• T.M. O’Shaughnessy

Gardening blues


PHOTO BY COLLEEN O'SHAUGHNESSY

Blue flowers such as these irises can be stunning up close, but they require contrasting colours for the better bigger garden picture.

One of the dangers of having too much imagination is that you get big ideas – and if you’re a gardener, there’s no telling where it will end.

Looking at beautiful photographs the other day of a garden planted with only white flowers, I remembered my own foray into monochromatic schemes and had to laugh. Because what do one-colour gardens say about a gardener really? Is religiously planting with only one shade of bloom really a control-freak kind of activity gone mad?

My own adventure was with an all-blue garden because true-blue flowers are my favourites.

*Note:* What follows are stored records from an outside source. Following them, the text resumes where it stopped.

// Every fast path of sift's comparison stages (energy-ordered duplicate search, tiered kept-neighbour search, nearest
// neighbours from the duplicate groups, lazy HDBSCAN with merged-row brackets) must give what the rules give on the
// full all-pairs EMD matrix: the same kept structures, duplicates, distances to them, nearest neighbours, kept
// neighbour lists and HDBSCAN labels. Checked on generated landscapes written the way searches write what they find
// (noisy P1 cells, relaxed supercells, other cells and settings; close partners turned by a few degrees), with 1 and
// 2 threads, on the dense and the lazy families path. The brute force computes every PDD independently and every
// EMD with `emd`; the rules are collapse.ts (visit order, nearest kept within the tolerance), the nearest neighbour
// with ties by index (common practice), and scikit-learn's HDBSCAN as src/cluster/hdbscan.ts follows it (its dense
// path is checked against scikit-learn itself in test/cluster-hdbscan.test.ts).
import { describe, expect, it } from 'vitest';
import { mkdtempSync, writeFileSync } from 'node:fs';
import { tmpdir } from 'node:os';
import { join } from 'node:path';
import { generateLandscape, type CopyKind } from '../src/demo/landscape.js';
import { readCifText } from '../src/io/read.js';
import { toPeriodicSet } from '../src/geometry/periodic-set.js';
import { pdd } from '../src/invariants/pdd.js';
import { emd } from '../src/metric/emd.js';
import { collapseDuplicates, visitOrder } from '../src/landscape/collapse.js';
import { hdbscanDense } from '../src/cluster/hdbscan.js';
import { initialState, SIFT_STAGES, type SiftOptions } from '../src/landscape/sift.js';
import { buildLandscape } from '../src/landscape/stages/landscape.js';
import type { SiftState } from '../src/landscape/stages/state.js';
import { round6 } from '../src/landscape/stages/round.js';
import type { Pdd } from '../src/types.js';

const KINDS: CopyKind[] = ['p1', 'relaxed-supercell', 'other-cell', 'p1', 'symbol-only', 'relaxed-supercell', 'other-setting'];

interface Brute {
  ids: string[];
  d: Float64Array;
  n: number;
}

function bruteForce(cif: string): Brute {
  const pdds: Pdd[] = [];
  const ids: string[] = [];
  for (const b of readCifText(cif, 'landscape.cif')) {
    if (b.kind !== 'record') throw new Error(`generated block rejected: ${b.rejected.reason}`);
    pdds.push(pdd(toPeriodicSet(b.record, { hydrogens: 'keep' }).set, 100));
    ids.push(b.record.id);
  }
  const n = pdds.length;
  const d = new Float64Array(n * n);
  for (let i = 0; i < n; i++)
    for (let j = i + 1; j < n; j++) {
      const v = emd(pdds[i], pdds[j]);
      d[i * n + j] = v;
      d[j * n + i] = v;
    }
  return { ids, d, n };
}

/** sift's stages one by one (as `sift` runs them), keeping the state: its rows hold the distances before rounding. */
async function sift(opts: SiftOptions): Promise<{ landscape: ReturnType<typeof buildLandscape>; counters: Record<string, number>; state: SiftState }> {
  const s = initialState(opts);
  try {
    for (const [, stage] of SIFT_STAGES) await stage(s);
  } finally {
    await s.pool.close();
  }
  return { landscape: buildLandscape(s, {}), counters: s.counters, state: s };
}

/** Equal within 1e-9 Å (both null, or both numbers that close). */
function near(got: number | null | undefined, want: number): void {
  expect(typeof got).toBe('number');
  expect(Math.abs((got as number) - want)).toBeLessThanOrEqual(1e-9);
}

function checkAgainstBrute(run: Awaited<ReturnType<typeof sift>>, brute: Brute, energies: number[], tol: number, minSamples: number, neighbours: number): void {
  const { d, n } = brute;
  const l = run.landscape;
  expect(l.structures.map((r) => r.id)).toEqual(brute.ids);
  // Duplicates: the collapse rule on every pair within the tolerance.
  const order = visitOrder(
    Array.from({ length: n }, (_, i) => i),
    energies,
  );
  const ei: number[] = [];
  const ej: number[] = [];
  const ed: number[] = [];
  for (let i = 0; i < n; i++) for (let j = i + 1; j < n; j++) if (d[i * n + j] <= tol) (ei.push(i), ej.push(j), ed.push(d[i * n + j]));
  const c = collapseDuplicates(n, order, { i: Int32Array.from(ei), j: Int32Array.from(ej), d: Float64Array.from(ed) }, tol);
  expect(l.kept).toEqual(c.kept);
  const keptRank = new Map(c.kept.map((p, r) => [p, r]));
  for (let i = 0; i < n; i++) {
    const row = l.structures[i];
    const raw = run.state.work[i].row;
    expect(row.keptIndex).toBe(c.keptOf[i]);
    expect(row.distanceToKept).toBe(round6(c.distanceToKept[i]));
    near(raw.distanceToKept, c.distanceToKept[i]);
    // Nearest other structure, any status.
    let nn = Infinity;
    for (let j = 0; j < n; j++) if (j !== i && d[i * n + j] < nn) nn = d[i * n + j];
    expect(row.nnDistance).toBe(round6(nn));
    near(raw.nnDistance, nn);
    // Nearest kept structure (other than itself), ties to the kept structure visited first.
    let best = -1;
    for (const t of c.kept) {
      if (t === i) continue;
      const v = d[i * n + t];
      if (best < 0 || v < d[i * n + best] || (v === d[i * n + best] && keptRank.get(t)! < keptRank.get(best)!)) best = t;
    }
    // For a kept structure the first of its neighbour list, for a duplicate its nearest kept structure.
    expect(row.nearestIndex).toBe(best);
    expect(row.nearestDistance).toBe(round6(d[i * n + best]));
    near(raw.nearestDistance, d[i * n + best]);
  }
  // Kept neighbour lists: k nearest kept, ties by kept position; the report's edges are their first `neighbours`.
  const kept = c.kept;
  const kk = Math.min(Math.max(neighbours, minSamples), kept.length - 1);
  const edges = new Map<string, number>();
  for (let r = 0; r < kept.length; r++) {
    const others = kept.map((t, s) => [d[kept[r] * n + t], s] as [number, number]).filter(([, s]) => s !== r);
    others.sort((x, y) => x[0] - y[0] || x[1] - y[1]);
    for (let q = 0; q < Math.min(neighbours, kk); q++) {
      const a = kept[r];
      const b = kept[others[q][1]];
      edges.set(a < b ? `${a},${b}` : `${b},${a}`, round6(others[q][0]));
    }
  }
  const expected = [...edges.entries()].map(([key, v]) => [...key.split(',').map(Number), v]).sort((x, y) => x[0] - y[0] || x[1] - y[1]);
  expect(l.edges).toEqual(expected);
  // The kept neighbour lists themselves (HDBSCAN's core distances come from them), before rounding.
  const nbr = run.state.keptNeighbours!;
  for (let r = 0; r < kept.length; r++) {
    const others = kept.map((t, s) => d[kept[r] * n + t]).filter((_, s) => s !== r).sort((x, y) => x - y);
    for (let q = 0; q < nbr.k; q++) near(nbr.distances[r * nbr.k + q], others[q]);
  }
  // Families: HDBSCAN on the kept structures' full matrix.
  const m = kept.length;
  const km = new Float64Array(m * m);
  for (let a = 0; a < m; a++) for (let b = 0; b < m; b++) km[a * m + b] = d[kept[a] * n + kept[b]];
  const labels = hdbscanDense(km, m, { minClusterSize: l.parameters.minFamilySize, minSamples }).labels;
  expect(kept.map((p) => l.structures[p].family)).toEqual(Array.from(labels));
}

describe('sift comparisons equal the all-pairs brute force', () => {
  const gen = generateLandscape({ seed: 31, packings: 14, copiesPerPacking: 7, closePairs: 4, copyKinds: KINDS, squeezeMoves: 150 });
  const dir = mkdtempSync(join(tmpdir(), 'polysift-exact-'));
  writeFileSync(join(dir, 'landscape.cif'), gen.cif);
  writeFileSync(join(dir, 'energies.csv'), gen.energiesCsv);
  const brute = bruteForce(gen.cif);
  const energies = gen.energiesKjPerMol.map((e) => Number(e.toFixed(4)));

  for (const threads of [1, 2])
    for (const denseLimit of [undefined, 3]) {
      it(`on ${gen.ids.length} structures with P1 and supercell copies, ${threads} thread(s), ${denseLimit ? 'lazy' : 'dense'} families`, async () => {
        const run = await sift({
          inputs: [join(dir, 'landscape.cif')],
          energiesFile: join(dir, 'energies.csv'),
          threads,
          denseLimit,
          minFamilySize: 2,
          cacheDir: null,
        });
        expect(run.landscape.counts.kept).toBe(14);
        checkAgainstBrute(run, brute, energies, run.landscape.parameters.toleranceAngstrom, 2, run.landscape.parameters.neighbours);
      }, 120_000);
    }

  it('with minima found once and short neighbour lists, where the nearest neighbours need the wider search', async () => {
    // Half the packings found once (no duplicates to bound their nearest neighbour), half found several times.
    const once = generateLandscape({ seed: 32, packings: 12, copiesPerPacking: 1, closePairs: 3, squeezeMoves: 150, idPrefix: 'once' });
    const text = `${gen.cif}\n${once.cif}`;
    writeFileSync(join(dir, 'mixed.cif'), text);
    writeFileSync(join(dir, 'mixed.csv'), `${gen.energiesCsv}${once.energiesCsv.split('\n').slice(1).join('\n')}`);
    const run = await sift({ inputs: [join(dir, 'mixed.cif')], energiesFile: join(dir, 'mixed.csv'), threads: 2, neighbours: 1, minFamilySize: 2, minSamples: 1, cacheDir: null });
    expect(run.counters['nearest, wider search: structures'] ?? 0).toBeGreaterThan(0);
    const mixedEnergies = [...energies, ...once.energiesKjPerMol.map((e) => Number(e.toFixed(4)))];
    checkAgainstBrute(run, bruteForce(text), mixedEnergies, run.landscape.parameters.toleranceAngstrom, 1, 1);
  }, 120_000);

  it('also at a tolerance wide enough to merge close partners (groups with several kept candidates)', async () => {
    const run = await sift({ inputs: [join(dir, 'landscape.cif')], energiesFile: join(dir, 'energies.csv'), threads: 2, toleranceAngstrom: 0.2, minFamilySize: 2, cacheDir: null });
    expect(run.landscape.counts.kept).toBeLessThan(14);
    checkAgainstBrute(run, brute, energies, 0.2, 2, run.landscape.parameters.neighbours);
  }, 120_000);
});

Delphiniums and larkspurs, spiderwort, bachelor buttons, love-in-a-mist, forget-me-nots, pansies, asters – you name it; if it’s blue, I like it. And my favourite foil for blue flowers is yellow – daisies, daylilies, and ladies mantle (lots of ladies mantle). But this knowledge only came later, after my instructive blue garden experiment.

A few years back, I somehow got the idea that an all-blue garden would be crazily gorgeous and elicit oohs and ahhhs from all the people forced to admire it. I planned all winter and put it into action in the spring, starting with gorgeous blue irises given to me by a neighbor. I worked hard, took great care in choosing perennials that would flower at different times, and then sat back to watch the magnificence grow before my very eyes.

But it wasn’t magnificent at all.

Though beautifully blue up close, my blooms ended up looking more like green leaves when I stepped back even a foot or so away from the garden. My yards of salvia became pretty much invisible. A blue clematis laden with flowers looked like a plain old green vine. I soon realized there was only one word for my much laboured-upon blue garden. Dull. Dull as ditchwater.

Learning the hard way that there’s not much difference on the colour wheel between green and blue, foliage and blue flowers just sort of fade into each other. Without a bright patch of yellow lilies, say, or a bunch of Shasta daisies with yolk-yellow eyes for contrast, I realized that my all-blue garden was one Dead Sea of boredom from end to end.

All-white gardens in photographs can be stunning though – so perhaps there is something to this one-colour thing. With results that lovely, you have to admit that control-freak gardening can have its upside.

But it has to be the right colour.

And that choice is decidedly not blue.